Bees, which are also highly social, use a “waggle dance” in which one bee shows the others in its colony exactly where a food source is — how far and in what direction. And that’s just one among many of their complex abilities.
Even nonsocial insects can accomplish tasks that seem beyond their tiny brains. Scientists have known for a while that birds navigate by using magnetic forces to determine the location of the North Pole, but now the dung beetle has been found to navigate using the Milky Way to get its food to its nest. It moves fast, in a straight line, to avoid other thieving members of their species from taking the food, while navigating rough terrain in which vision of the path ahead is limited for such a tiny creature. Scientists found out, almost by accident, that the beetles were orienting themselves by watching the stars. To ensure the beetles were doing this by sight, the scientists taped tiny hats on them so they couldn’t see the sky, which deterred them from finding their way home. (I keep imagining the look of concentration on the faces of the scientists and bewilderment on the faces of the beetles as the hats were attached.)

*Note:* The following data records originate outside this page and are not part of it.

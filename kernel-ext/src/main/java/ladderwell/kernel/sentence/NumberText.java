package ladderwell.kernel.sentence;

/**
 * Reads numbers at the start of a word: digits with a point, a sign, a power of ten; the same in every locale.
 *
 * @param value the number; infinite where it is too large, 0 where it is too small
 * @param end where the number ends in the word
 */
record NumberText(double value, int end) {
    private static final NumberText NONE = new NumberText(0, 0);

    /** The number at {@code from}; it ends at {@code from} where there is none. */
    static NumberText at(String word, int from) {
        int at = from;
        if (at < word.length() && isSign(word.charAt(at))) {
            at++;
        }
        int digits = at;
        at = afterDigits(word, at);
        int count = at - digits;
        if (at < word.length() && word.charAt(at) == '.') {
            int fraction = afterDigits(word, at + 1);
            count += fraction - at - 1;
            // "1..100" is no decimal followed by a point.
            if (!word.startsWith("..", at)) {
                at = fraction;
            }
        }
        if (count == 0) {
            return from == 0 ? NONE : new NumberText(0, from);
        }
        if (at < word.length() && (word.charAt(at) == 'e' || word.charAt(at) == 'E')) {
            int power = at + 1;
            if (power < word.length() && isSign(word.charAt(power))) {
                power++;
            }
            int end = afterDigits(word, power);
            at = end > power ? end : at;
        }
        return new NumberText(Double.parseDouble(word.substring(from, at).replace('−', '-')), at);
    }

    /** Whether digits other than 0 were typed, so that a value of 0 means that they were too small. */
    static boolean saysNonzero(String number) {
        for (int i = 0; i < number.length() && number.charAt(i) != 'e' && number.charAt(i) != 'E'; i++) {
            if (number.charAt(i) >= '1' && number.charAt(i) <= '9') {
                return true;
            }
        }
        return false;
    }

    static boolean isSign(char c) {
        return c == '-' || c == '+' || c == '−';
    }

    private static int afterDigits(String word, int from) {
        int at = from;
        while (at < word.length() && word.charAt(at) >= '0' && word.charAt(at) <= '9') {
            at++;
        }
        return at;
    }
}
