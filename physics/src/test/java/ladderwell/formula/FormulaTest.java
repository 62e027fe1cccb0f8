package ladderwell.formula;

import static org.junit.jupiter.api.Assertions.assertArrayEquals;
import static org.junit.jupiter.api.Assertions.assertEquals;
import static org.junit.jupiter.api.Assertions.assertFalse;
import static org.junit.jupiter.api.Assertions.assertThrows;
import static org.junit.jupiter.api.Assertions.assertTrue;

import java.util.List;
import java.util.Map;
import java.util.Random;
import java.util.Set;
import ladderwell.quantity.Constants;
import ladderwell.quantity.Quantity;
import ladderwell.quantity.Units;
import org.junit.jupiter.api.Test;
import org.junit.jupiter.params.ParameterizedTest;
import org.junit.jupiter.params.provider.CsvSource;
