package ladderwell.kernel.sentence;

/**
 * Something that a sentence lists: an observable, a coupling.
 *
 * @param words its name in words, lower or mixed case: "spread of position"
 * @param numbered whether a whole number follows the words: "population of 3"
 * @param symbol how the trade writes it
 * @param unit what it measures: "a length"
 * @param meaning one line that says what it is
 * @param sort what messages call it: "observable"
 * @param quoted whether it stands for any text in quotes; its words then say what the text is
 */
public record Item(
        String words, boolean numbered, String symbol, String unit, String meaning, String sort, boolean quoted) {

    /** An observable. */
    public Item(String words, boolean numbered, String symbol, String unit, String meaning) {
        this(words, numbered, symbol, unit, meaning, "observable", false);
    }

    /** How a list of what could stand here names it. */
    String typed() {
        return numbered ? words + " 3" : quoted ? "\"…\", " + words : words;
    }
}
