/**
 * Reads one sentence. Mistakes are found in this order: marks, noun, name, kind, keys, names spoken of, keys that do not go
 * together, values from left to right, keys that are missing.
 */
final class SentenceReader {
    private final Grammar grammar;
    private final Place place;
    private final Surroundings surroundings;
    private final Expressions expressions;
    private final List<Piece> pieces;
    private final Outline outline;
    private final Map<String, Value> values = new LinkedHashMap<>();
    private Optional<String> natural = Optional.empty();

    SentenceReader(Grammar grammar, String text, Place place, Surroundings surroundings, Expressions expressions) {
        this.grammar = grammar;
        this.place = place;
        this.surroundings = surroundings;
        this.expressions = expressions;
        this.pieces = Pieces.of(text, place.start(), place.end()).stream()
                .filter(piece -> !piece.is(Sort.COMMENT))
                .toList();
        this.outline = Outline.of(grammar, pieces);
    }

    Sentence read() throws MisreadSentence {
        Opening opening = new Opening(grammar, place, pieces, outline);
        opening.refuseLooseMarks();
        Noun noun = opening.noun();
        Piece name = opening.name(noun);
        opening.checkHead(noun);
        checkClauses(noun);
        readReferences(noun, name);
        if (outline.kind().isPresent()) {
            Ways.refuseConflict(outline.kind().get(), outline.clauses());
        }
        List<String> items = readValues(noun);
        refuseMissing(noun, items);
        return new Sentence(
                noun,
                name.text(),
                name.place(),
                outline.kind(),
                natural.isPresent(),
                Outline.placeOf(pieces).orElse(place),
                values,
                items);
    }

    // ------------------------------------------------------------------ keys

    private List<Key> keys(Noun noun) {
        return noun.keys(outline.kind());
    }

    private void checkClauses(Noun noun) throws MisreadSentence {
        Map<String, Clause> seen = new LinkedHashMap<>();
        Optional<Clause> before = Optional.empty();
        for (Clause clause : outline.clauses()) {
            if (clause.key().isPresent()) {
                Key key = clause.key().get();
                if (clause.joined() && !mayJoin(noun, key)) {
                    throw commaMissing(clause.keyPieces().get(0));
                }
                if (seen.put(key.word(), clause) != null) {
                    throw new MisreadSentence(
                            "'" + key.word() + "' is given twice; keep one of them",
                            clause.place().orElse(place));
                }
            } else if (noun.head() != Head.ITEMS || clause.value().isEmpty()) {
                throw noKey(noun, clause, before);
            }
            before = Optional.of(clause);
        }
    }

    private boolean mayJoin(Noun noun, Key key) {
        return noun.leads(outline.kind()).contains(key)
                || outline.kind().flatMap(NounKind::argument).equals(Optional.of(key));
    }

    private MisreadSentence noKey(Noun noun, Clause clause, Optional<Clause> before) {
        List<String> keys = keys(noun).stream().map(Key::word).toList();
        if (clause.value().isEmpty()) {
            Place at = clause.comma()
                    .map(Piece::place)
                    .orElseGet(() -> outline.colon().map(Piece::place).orElse(place));
            String where = clause.comma().isPresent() ? "this comma" : "the colon";
            return new MisreadSentence(
                    "nothing stands behind " + where + "; expected "
                            + (noun.head() == Head.ITEMS
                                    ? Words.article(noun.items().get(0).sort()) + " such as "
                                            + noun.items().get(0).words()
                                    : "a key: " + Words.either(keys)),
                    at);
        }
        Piece first = clause.value().get(0);
        if (clause.joined()) {
            String lead = noun.leads(outline.kind()).stream()
                    .filter(key -> outline.clauses().stream()
                            .noneMatch(other -> other.key().equals(Optional.of(key))))
                    .findFirst()
                    .map(key -> " or '" + key.typed() + "'")
                    .orElse("");
            return new MisreadSentence(
                    Words.quoted(first.typed()) + " is too much here; expected a comma" + lead
                            + Words.didYouMean(Words.nearest(first.text(), keys)),
                    first.place());
        }
        boolean digits =
                Character.isDigit(first.text().isEmpty() ? ' ' : first.text().charAt(0));
        boolean afterDigits = before.map(Clause::value)
                .filter(value -> !value.isEmpty())
                .map(value -> value.get(value.size() - 1).text())
                .filter(text -> text.chars().allMatch(c -> c >= '0' && c <= '9'))
                .isPresent();
        if (digits && afterDigits) {
            return new MisreadSentence(
                    "expected a key after the comma, not " + Words.quoted(first.typed())
                            + "; decimals are written with a point, as in 9.5",
                    first.place());
        }
        String of = outline.kind().map(kind -> Words.article(kind.phrase())).orElse("'" + noun.word() + "'");
        return new MisreadSentence(
                Words.quoted(first.typed()) + " is no key of " + of + "; expected " + Words.either(keys)
                        + Words.didYouMean(Words.nearest(first.text(), keys)),
                first.place());
    }

    private static MisreadSentence commaMissing(Piece piece) {
        return new MisreadSentence("a comma is missing before " + Words.quoted(piece.typed()), piece.place());
    }

    // ------------------------------------------------------------------ names spoken of

    private void readReferences(Noun noun, Piece name) throws MisreadSentence {
        References references = new References(grammar, surroundings, outline.kind());
        if (!noun.declares()) {
            speakOf(references.known(noun.subject(), name, noun.word()));
        }
        if (noun.head() == Head.REFERENCE) {
            Piece head = outline.head().get(0);
            if (!head.is(Sort.WORD)) {
                throw new MisreadSentence(
                        "expected the name of " + Grammar.thing(noun.headNoun()) + " after the colon, not "
                                + Words.quoted(head.typed()),
                        head.place());
            }
            Known known = speakOf(references.known(noun.headNoun(), head, noun.word()));
            values.put(noun.headNoun(), new Value(known.name(), List.of(), head.place()));
        }
        for (Clause clause : outline.clauses()) {
            if (clause.key().isEmpty()) {
                continue;
            }
            Key key = clause.key().get();
            if (key.form() == Form.REFERENCE) {
                Piece spoken = one(key, clause);
                Known known = speakOf(references.known(key.noun(), spoken, key.word()));
                references.checkHome(key, known, spoken.place());
                values.put(key.word(), new Value(known.name(), List.of(), spoken.place()));
            } else if (key.form() == Form.FLAG && key.word().equals("natural")) {
                natural = Optional.of(Words.quoted(name.typed()));
            }
        }
    }

    private Known speakOf(Known known) {
        if (known.natural()) {
            natural = Optional.of(Words.quoted(known.name()));
        }
        return known;
    }

    // ------------------------------------------------------------------ values

    private List<String> readValues(Noun noun) throws MisreadSentence {
        List<String> items = new ArrayList<>();
        List<Clause> clauses = outline.clauses();
        for (int i = 0; i < clauses.size(); i++) {
            Clause clause = clauses.get(i);
            if (clause.key().isEmpty()) {
                ItemList.Found found = new ItemList(noun, expressions).read(clauses.subList(i, clauses.size()));
                i += found.clauses() - 1;
                Clause end = clauses.get(i);
                Place at = clause.place()
                        .map(start -> end.place().map(start::to).orElse(start))
                        .orElse(place);
                for (String item : found.items()) {
                    if (values.put(item, new Value(item, List.of(), at)) != null) {
                        throw new MisreadSentence("'" + item + "' is listed twice; once is enough", at);
                    }
                    items.add(item);
                }
            } else if (clause.key().get().form() != Form.REFERENCE) {
                Key key = clause.key().get();
                values.put(key.word(), value(key, clause));
            }
        }
        return items;
    }

    private Value value(Key key, Clause clause) throws MisreadSentence {
        Place keyPlace = Outline.placeOf(clause.keyPieces()).orElse(place);
        if (key.form() == Form.FLAG) {
            if (!clause.value().isEmpty()) {
                throw after(Term.word(clause.value().get(0)), key.word());
            }
            return new Value(Boolean.TRUE, List.of(), keyPlace);
        }
        if (key.form() == Form.NEW_NAME) {
            Piece name = one(key, clause);
            Opening.checkIdentifier(name);
            return new Value(name.text(), List.of(), name.place());
        }
        if (key.form() == Form.TEXT) {
            return text(key, clause);
        }
        List<Term> terms = terms(key, clause);
        Values reading = new Values(key, terms, new Values.Beyond() {
            @Override
            public MisreadSentence mistake(Term term, String complete) {
                return after(term, complete);
            }

            @Override
            public boolean isEntry(Term term) {
                return startsEntry(term);
            }
        });
        Object object = switch (key.form()) {
            case QUANTITY -> reading.quantity(natural);
            case AMOUNT -> reading.amount();
            case NUMBER -> reading.number();
            case COUNT -> reading.count();
            case COMPLEX -> reading.complex();
            case CHOICE -> reading.choice();
            case COUNTS -> reading.counts();
            case COMPLEXES -> reading.complexes();
            default -> throw new IllegalStateException("read elsewhere: " + key.form());
        };
        return new Value(object, terms, Outline.placeOf(clause.value()).orElse(keyPlace));
    }

    /** A text in quotes, or an expression that gives one. */
    private Value text(Key key, Clause clause) throws MisreadSentence {
        refuseNoValue(key, clause);
        Piece piece = clause.value().get(0);
        Term term = Term.word(piece);
        if (clause.value().size() > 1) {
            throw after(Term.word(clause.value().get(1)), piece.typed());
        }
        if (piece.is(Sort.JAVA)) {
            Object given = expressions.value(piece.text().strip(), piece.place());
            if (given == Values.UNKNOWN) {
                return new Value("", List.of(term), piece.place());
            }
            if (given instanceof CharSequence typed) {
                return new Value(typed.toString(), List.of(term), piece.place());
            }
        }
        if (!piece.is(Sort.QUOTED)) {
            throw new MisreadSentence(
                    key.word() + " takes " + key.expected() + ", not " + Words.quoted(piece.typed()), piece.place());
        }
        return new Value(piece.text(), List.of(term), piece.place());
    }

    private void refuseNoValue(Key key, Clause clause) throws MisreadSentence {
        if (clause.value().isEmpty()) {
            String word = outline.kind().flatMap(NounKind::argument).equals(Optional.of(key))
                    ? outline.kind().orElseThrow().word()
                    : key.word();
            throw new MisreadSentence(
                    "a value is missing after '" + word + "'; expected " + key.expected(),
                    Outline.placeOf(clause.keyPieces()).orElse(place).behind());
        }
    }

    private List<Term> terms(Key key, Clause clause) throws MisreadSentence {
        refuseNoValue(key, clause);
        List<Term> terms = Term.of(clause.value(), expressions);
        if (terms.isEmpty()) {
            throw new MisreadSentence(
                    "the expression gives no numbers; " + key.word() + " takes " + key.expected(),
                    Outline.placeOf(clause.value()).orElse(place));
        }
        return terms;
    }

    /** The one word of a name; a name is no value and does not come from an expression. */
    private Piece one(Key key, Clause clause) throws MisreadSentence {
        refuseNoValue(key, clause);
        Piece first = clause.value().get(0);
        if (!first.is(Sort.WORD)) {
            throw new MisreadSentence(
                    key.word() + " takes " + key.expected() + ", not " + Words.quoted(first.typed()), first.place());
        }
        if (clause.value().size() > 1) {
            throw after(Term.word(clause.value().get(1)), first.text());
        }
        return first;
    }

    private boolean startsEntry(Term term) {
        return term.word()
                && outline.noun().stream()
                        .flatMap(noun -> keys(noun).stream())
                        .anyMatch(key -> key.word().equals(Words.plain(term.text())));
    }

    private MisreadSentence after(Term term, String complete) {
        return startsEntry(term)
                ? new MisreadSentence("a comma is missing before " + Words.quoted(term.text()), term.place())
                : new MisreadSentence(
                        Words.quoted(term.text()) + " is too much after " + Words.quoted(complete)
                                + "; expected a comma or the end of the sentence",
                        term.place());
    }

    // ------------------------------------------------------------------ what is missing

    private void refuseMissing(Noun noun, List<String> items) throws MisreadSentence {
        Place end = Outline.placeOf(pieces).orElse(place).behind();
        for (Key lead : noun.leads(outline.kind())) {
            if (!values.containsKey(lead.word()) && lead.standard().isEmpty()) {
                Place afterHead = Outline.placeOf(outline.head())
                        .orElseGet(() -> outline.subject().get(0).place());
                throw new MisreadSentence(
                        "'" + lead.word() + "' is missing after " + Words.quoted(Outline.text(outline.head()))
                                + ", as in '"
                                + (noun.lead().equals(Optional.of(lead)) ? noun.example() : lead.typed()) + "'",
                        afterHead.behind());
            }
        }
        if (outline.kind().isPresent()) {
            Ways.refuseMissing(outline.kind().get(), values.keySet(), end);
        }
        boolean unnamed =
                outline.clauses().stream().anyMatch(clause -> clause.key().isEmpty());
        if (noun.head() == Head.ITEMS && items.isEmpty() && !unnamed) {
            throw new MisreadSentence(
                    noun.word() + " lists nothing; expected "
                            + noun.items().get(0).sort() + "s, as in '" + noun.example() + "'",
                    end);
        }
    }
}
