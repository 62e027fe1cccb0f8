package ladderwell.state;

import java.util.Locale;
import ladderwell.evidence.PhysicsException;
import ladderwell.level.Levels;
import ladderwell.numeric.DoubleDouble;
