package ladderwell.level;

import static org.junit.jupiter.api.Assertions.assertEquals;
import static org.junit.jupiter.api.Assertions.assertFalse;
import static org.junit.jupiter.api.Assertions.assertThrows;
import static org.junit.jupiter.api.Assertions.assertTrue;

import java.util.Arrays;
import java.util.Random;
import java.util.concurrent.CancellationException;
import java.util.function.DoubleUnaryOperator;
import org.junit.jupiter.api.Test;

This is just a tiny sampling of the complex tasks other species can accomplish that should put our human abilities into perspective. And don’t get me started on plants — the things scientists are learning about how they communicate and control their environment will give a vegan pause, but that’s for another column.
Learning about the often-surprising, diverse abilities of other species is, for me, what makes studying nature so incredibly exciting and fulfilling. The various threads that make up the fabric of nature and how they are woven together become more clear the more we look closely at other species. Such insight can further advancements in human medicine and teach us more about living together as a social species — as well as give us a better appreciation for the other animals with which we share planet earth.